Avro Schema from JSON Generator

Turn a sample JSON object — or an array of objects — into an Apache Avro schema. It infers each field's type, makes a field nullable (a ["null", T] union with default: null) when any sample is null or the key is missing from some records, widens a field that mixes integers and floats to double, and recurses into nested objects and arrays as Avro records and array types. Set the record name and namespace and copy the resulting .avsc. It runs entirely in your browser.

How to use the Avro Schema from JSON Generator

Paste a representative JSON sample. A single object produces a record with one field per key; an array of objects is the better input, because the more records you provide, the more accurately the generator can tell which fields are optional and which types vary. Give the top-level record a name (Avro requires every record to be named) and an optional namespace to qualify it — both are emitted into the schema.

Two inference rules do most of the useful work. A field becomes nullable — encoded as the union ["null", T] with "default": null — whenever a sample value is null or the key is absent from at least one record, which is exactly the condition Avro needs a default for. And when a numeric field holds both whole numbers and decimals across your samples, it is widened to double rather than guessed as long, so it won't reject a fractional value later. Nested objects become nested named records and arrays become Avro array types with an inferred items schema. Review the result — Avro distinguishes int/long and float/double and the generator chooses the wider, safer type, which you may want to narrow by hand if you know the true range.

Avro schemas and why JSON inference helps

Apache Avro is a compact binary serialization format used heavily in the data and streaming world — Kafka topics, Hadoop pipelines, and schema registries all speak Avro. Its defining feature is that data is always written together with a schema: a JSON document (conventionally a .avsc file) that names the record and declares each field's type. Because the schema travels with the data, Avro can evolve fields over time and readers can reconcile an old schema with a new one, which is why it underpins so many long-lived event streams.

Writing that schema by hand is tedious and error-prone, especially the parts that matter most for evolution. Avro has no native "optional" — a field that might be absent or null must be modelled as a union with null, and to be safely added later it needs a default. The numeric types are also stricter than JSON's single number: Avro separates int from long and float from double, so a field that ever carries a decimal must be declared as floating point up front. Getting these wrong produces schemas that validate your first sample but reject the second.

Inferring the schema from real data sidesteps those traps. By scanning a set of sample records, the generator can see which keys are sometimes missing (making them nullable unions with defaults), which numeric fields mix integers and decimals (widening them to double), and how nested objects and arrays are shaped (turning them into nested records and typed arrays). The output is a conventional, registry-ready starting point you can refine — tightening types you know are bounded, adding documentation strings, or adjusting names. It is a draft generator, not a substitute for understanding your data's contract: review the unions and numeric widths before publishing the schema to a registry that downstream consumers depend on.

Common use cases

  • Kafka / schema registry. Bootstrap an Avro schema for a topic from a few sample event payloads.
  • Optional-field modelling. Let missing and null samples drive correct ["null", T] unions with defaults.
  • Pipeline onboarding. Generate a first .avsc for an existing JSON feed you need to ingest as Avro.
  • Learning Avro. Compare JSON you understand against the Avro types it maps to, including nested records.

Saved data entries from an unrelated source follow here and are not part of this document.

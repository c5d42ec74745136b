import { logFailure } from './logTypes';
import type { LogFailure, LogMapping, LogSamples, LogWarning } from './logTypes';
import { positivePart } from './integrateSpan';

/** Sign to multiply the current by so that discharging is positive. */
export interface Orientation {
  ok: true;
  sign: 1 | -1;
  idleA: number;
  warnings: LogWarning[];
}

/** Currents below this share of the usual largest one count as idle (judgement: meters and the BMS draw that much). */
const idleShare = 0.02;
/** Relative change of voltage that tells charging from discharging. */
const clearChange = 0.01;

/** What one sign of the current amounts to, and how the voltage fares under it. */
interface Side {
  chargeAh: number;
  /** Relative change of the voltage over the side's largest run, negative while discharging. */
  change: number | null;
  meanV: number | null;
}

/**
 * Tells which sign of the current is discharging: the voltage falls while it flows, and lies lower than while the
 * other flows. Where the log cannot tell, that is an expected failure, to be asked about.
 */
export function orientCurrent(
  samples: LogSamples,
  wanted: NonNullable<LogMapping['dischargeSign']> = 'auto',
): Orientation | LogFailure {
  const { currentA } = samples;
  const idleA = idleShare * usualLargest(currentA);
  if (!(idleA > 0)) return logFailure('noDischarge', 'The current is zero all through the log.');
  const warnings: LogWarning[] = [];
  const plus = sideOf(samples, 1, idleA);
  const minus = sideOf(samples, -1, idleA);
  if (wanted !== 'auto') {
    const sign = wanted === 'positive' ? 1 : -1;
    const chosen = sign === 1 ? plus : minus;
    if (chosen.chargeAh > 0) return { ok: true, sign, idleA, warnings };
    return logFailure('noDischarge', `No ${wanted} current was found, and that was chosen as discharging.`);
  }
  const [main, other, sign] =
    plus.chargeAh >= minus.chargeAh ? [plus, minus, 1 as const] : [minus, plus, -1 as const];
  if (other.chargeAh < 0.01 * main.chargeAh) {
    if (main.change !== null && main.change > clearChange) {
      return logFailure('noDischarge', 'Only charging was found: the voltage rises while the current flows.');
    }
    if (main.change === null || main.change > -clearChange) {
      warnings.push({
        code: 'directionAssumed',
        text: 'The current has one sign and the voltage does not tell its direction; it was taken as discharging.',
      });
    }
    return { ok: true, sign, idleA, warnings };
  }
  const score = difference(other.change, main.change) + difference(other.meanV, main.meanV, main.meanV);
  if (Math.abs(score) < clearChange) {
    return logFailure(
      'signUnclear',
      'The log has currents of both signs and its voltage does not tell which is discharging. Choose the sign.',
    );
  }
  return { ok: true, sign: score > 0 ? sign : sign === 1 ? -1 : 1, idleA, warnings };
}

const difference = (one: number | null, other: number | null, scale: number | null = 1): number =>
  one === null || other === null || !scale ? 0 : (one - other) / scale;

/** The 98 % quantile of the size of the current, of at most some 10,000 rows. */
const usualLargest = (currentA: Float64Array): number => {
  const stride = Math.max(1, Math.floor(currentA.length / 10_000));
  const sizes: number[] = [];
  for (let index = 0; index < currentA.length; index += stride) sizes.push(Math.abs(currentA[index] ?? 0));
  return sizes.sort((one, other) => one - other)[Math.floor((sizes.length - 1) * 0.98)] ?? 0;
};

const sideOf = (
  { timeS, currentA, voltageV, lowestCellV }: LogSamples,
  sign: 1 | -1,
  idleA: number,
): Side => {
  const volts = voltageV ?? lowestCellV;
  const side: Side = { chargeAh: 0, change: null, meanV: null };
  let largest = 0;
  let run = { chargeAh: 0, first: NaN, last: NaN };
  let sum = 0;
  let count = 0;
  for (let index = 0; index < currentA.length; index += 1) {
    const amps = sign * (currentA[index] ?? 0);
    const next = sign * (currentA[index + 1] ?? NaN);
    const seconds = (timeS[index + 1] ?? NaN) - (timeS[index] ?? 0);
    const charge = seconds > 0 ? positivePart(amps, next, seconds) / 3600 : 0;
    side.chargeAh += charge;
    if (amps < -idleA) run = { chargeAh: 0, first: NaN, last: NaN };
    if (amps <= idleA) continue;
    const value = volts?.[index] ?? NaN;
    run.chargeAh += charge;
    if (Number.isNaN(value)) continue;
    sum += value;
    count += 1;
    if (Number.isNaN(run.first)) run.first = value;
    run.last = value;
    if (run.chargeAh > largest) {
      largest = run.chargeAh;
      side.change = (run.last - run.first) / run.first;
    }
  }
  if (count > 0) side.meanV = sum / count;
  return side;
};
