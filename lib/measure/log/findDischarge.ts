import { positivePart } from './integrateSpan';
import type { Trace } from './integrateSpan';

/** The discharge found in a trace. */
export interface DischargeWindow {
  startS: number;
  endS: number;
  /** First and last row under load. */
  firstIndex: number;
  lastIndex: number;
  legs: number;
  longestPauseS: number;
  /** Charge put in before and behind the window, Ah. */
  chargedOutsideAh: number;
  /** Other discharges of at least half its charge. */
  others: number;
}

/** Rows under load one behind the other. */
interface Run {
  first: number;
  last: number;
  dischargedAh: number;
  legs: number;
  longestPauseS: number;
  /** Charge put in between this run and the next, Ah. */
  chargedAfterAh: number;
}

/** Charging of more than this share of a discharge ends it (judgement: less is a counter's drift or a flicker of sun). */
const endingShare = 0.01;

/**
 * Finds the discharge of a log: the runs under load that no charging parts, those with most charge. Pauses are kept
 * inside; charging before and behind is left outside.
 * @returns undefined when no row is under load.
 */
export function findDischarge(trace: Trace): DischargeWindow | undefined {
  const runs = runsOf(trace);
  if (runs.length === 0) return undefined;
  const blocks = joinRuns(runs, trace);
  let best = 0;
  blocks.forEach((block, index) => {
    if (block.dischargedAh > (blocks[best]?.dischargedAh ?? 0)) best = index;
  });
  let whole = blocks[best]!;
  let [left, right] = [best, best];
  for (let grown = true; grown;) {
    grown = false;
    const before = blocks[left - 1];
    const after = blocks[right + 1];
    if (before && before.chargedAfterAh <= endingShare * whole.dischargedAh) {
      whole = joined(before, whole, trace);
      left -= 1;
      grown = true;
    }
    if (after && whole.chargedAfterAh <= endingShare * whole.dischargedAh) {
      whole = joined(whole, after, trace);
      right += 1;
      grown = true;
    }
  }
  const others = blocks.filter(
    (block, index) => (index < left || index > right) && block.dischargedAh > whole.dischargedAh / 2,
  );
  const { startS, endS } = edgesOf(trace, whole.first, whole.last);
  return {
    startS,
    endS,
    firstIndex: whole.first,
    lastIndex: whole.last,
    legs: whole.legs,
    longestPauseS: whole.longestPauseS,
    chargedOutsideAh: chargedOutside(trace, startS, endS),
    others: others.length,
  };
}

/** A pause shorter than this, s, parts no legs: a load may switch. */
const legPauseS = (trace: Trace) => Math.max(60, 3 * trace.stepS);

const runsOf = (trace: Trace): Run[] => {
  const { timeS, currentA, idleA } = trace;
  const runs: Run[] = [];
  let run: Run | undefined;
  let isOpen = false;
  for (let index = 0; index < currentA.length; index += 1) {
    const amps = currentA[index] ?? 0;
    if (amps > idleA) {
      if (!isOpen) {
        run = { first: index, last: index, dischargedAh: 0, legs: 1, longestPauseS: 0, chargedAfterAh: 0 };
        runs.push(run);
      }
      if (run) run.last = index;
    }
    isOpen = amps > idleA;
    const seconds = (timeS[index + 1] ?? NaN) - (timeS[index] ?? 0);
    if (!run || !(seconds > 0)) continue;
    const next = currentA[index + 1] ?? 0;
    run.dischargedAh += positivePart(amps, next, seconds) / 3600;
    run.chargedAfterAh += positivePart(-amps, -next, seconds) / 3600;
  }
  return runs;
};

const joined = (one: Run, other: Run, trace: Trace): Run => {
  const pauseS = (trace.timeS[other.first] ?? 0) - (trace.timeS[one.last] ?? 0);
  return {
    first: one.first,
    last: other.last,
    dischargedAh: one.dischargedAh + other.dischargedAh,
    legs: one.legs + other.legs - (pauseS > legPauseS(trace) ? 0 : 1),
    longestPauseS: Math.max(one.longestPauseS, other.longestPauseS, pauseS),
    chargedAfterAh: other.chargedAfterAh,
  };
};

/** Joins neighbours that hardly any charging parts, so that a pulsed load is one block. */
const joinRuns = (runs: Run[], trace: Trace): Run[] => {
  const blocks: Run[] = [];
  for (const run of runs) {
    const previous = blocks.at(-1);
    if (previous && previous.chargedAfterAh <= endingShare * previous.dischargedAh) {
      blocks[blocks.length - 1] = joined(previous, run, trace);
    } else blocks.push(run);
  }
  return blocks;
};

/** The window reaches to the row before and behind the load where these are near, and to zero where they charge. */
const edgesOf = ({ timeS, currentA, stepS }: Trace, first: number, last: number) => {
  const near = Math.max(60, 3 * stepS);
  const edge = (index: number, beside: number): number => {
    const [atS, besideS] = [timeS[index] ?? 0, timeS[beside]];
    const [amps, besideA] = [currentA[index] ?? 0, currentA[beside] ?? 0];
    if (besideS === undefined || Math.abs(besideS - atS) > near) return atS;
    return besideA >= 0 ? besideS : atS + ((besideS - atS) * amps) / (amps - besideA);
  };
  return { startS: edge(first, first - 1), endS: edge(last, last + 1) };
};

const chargedOutside = ({ timeS, currentA }: Trace, startS: number, endS: number): number => {
  let charged = 0;
  for (let index = 0; index + 1 < timeS.length; index += 1) {
    const [fromS, toS] = [timeS[index] ?? 0, timeS[index + 1] ?? 0];
    if (fromS >= startS && toS <= endS) continue;
    charged += positivePart(-(currentA[index] ?? 0), -(currentA[index + 1] ?? 0), toS - fromS) / 3600;
  }
  return charged;
};
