import type { Use } from '@/lib/contract/cells';
import { formatNumber, formatPercent, formatQuantity } from '@/lib/units';

/** "cycled 60 % deep at 0.1 It, 1 time a day, near 25 °C, 50 % full on average, not clamped." */
export function wordsOfUse(use: Use): string {
  const often = use.cyclesPerDay === 1 ? 'once a day' : `${formatNumber(use.cyclesPerDay)} times a day`;
  const full = use.socMeanFraction === 0.5 ? 'half full' : `${formatPercent(use.socMeanFraction)} full`;
  return `cycled ${formatPercent(use.depthFraction)} deep at ${formatQuantity(use.dischargeIt, 'It')}, ${often}, near ${formatQuantity(use.temperatureC, '°C', { decimals: 0 })}, ${full} on average, ${use.isClamped ? 'clamped' : 'not clamped'}.`;
}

Frequently asked questions

How does it decide a field is nullable?
A field is made nullable when any sample value for it is null, or when the key is missing from at least one record in an array of samples. Nullable fields are emitted as an Avro union ["null", T] with "default": null, which is both correct Avro and the form required for the field to be safely added in a later schema version.

Why did my integer field become a double?
Because at least one sample held a decimal value. JSON has a single number type, but Avro separates integers (int/long) from floating point (float/double). If a field mixes whole and fractional numbers across your samples, it is widened to double so it will not reject a decimal later. Narrow it to long by hand only if you are certain the field is always integral.

Does it choose int or long, float or double?
It uses the wider, safer types — long for integers and double for decimals — because inference from samples cannot prove a value will always fit a narrower type. If you know the true range, edit the generated schema to use int or float to save space.

How are nested objects and arrays handled?
A nested object becomes a nested Avro record (with a name derived from the field), and a JSON array becomes an Avro array whose items schema is inferred from the elements. Empty arrays and all-null fields fall back to a string items type, which you should adjust once you have representative data.

Is the output ready to register as-is?
It is a solid draft, not a final contract. Review the unions, numeric widths, and any fallback string types, add doc strings or aliases your consumers expect, and confirm the names and namespace. Treat it as a fast starting point that removes the boilerplate, then refine before publishing to a registry others depend on.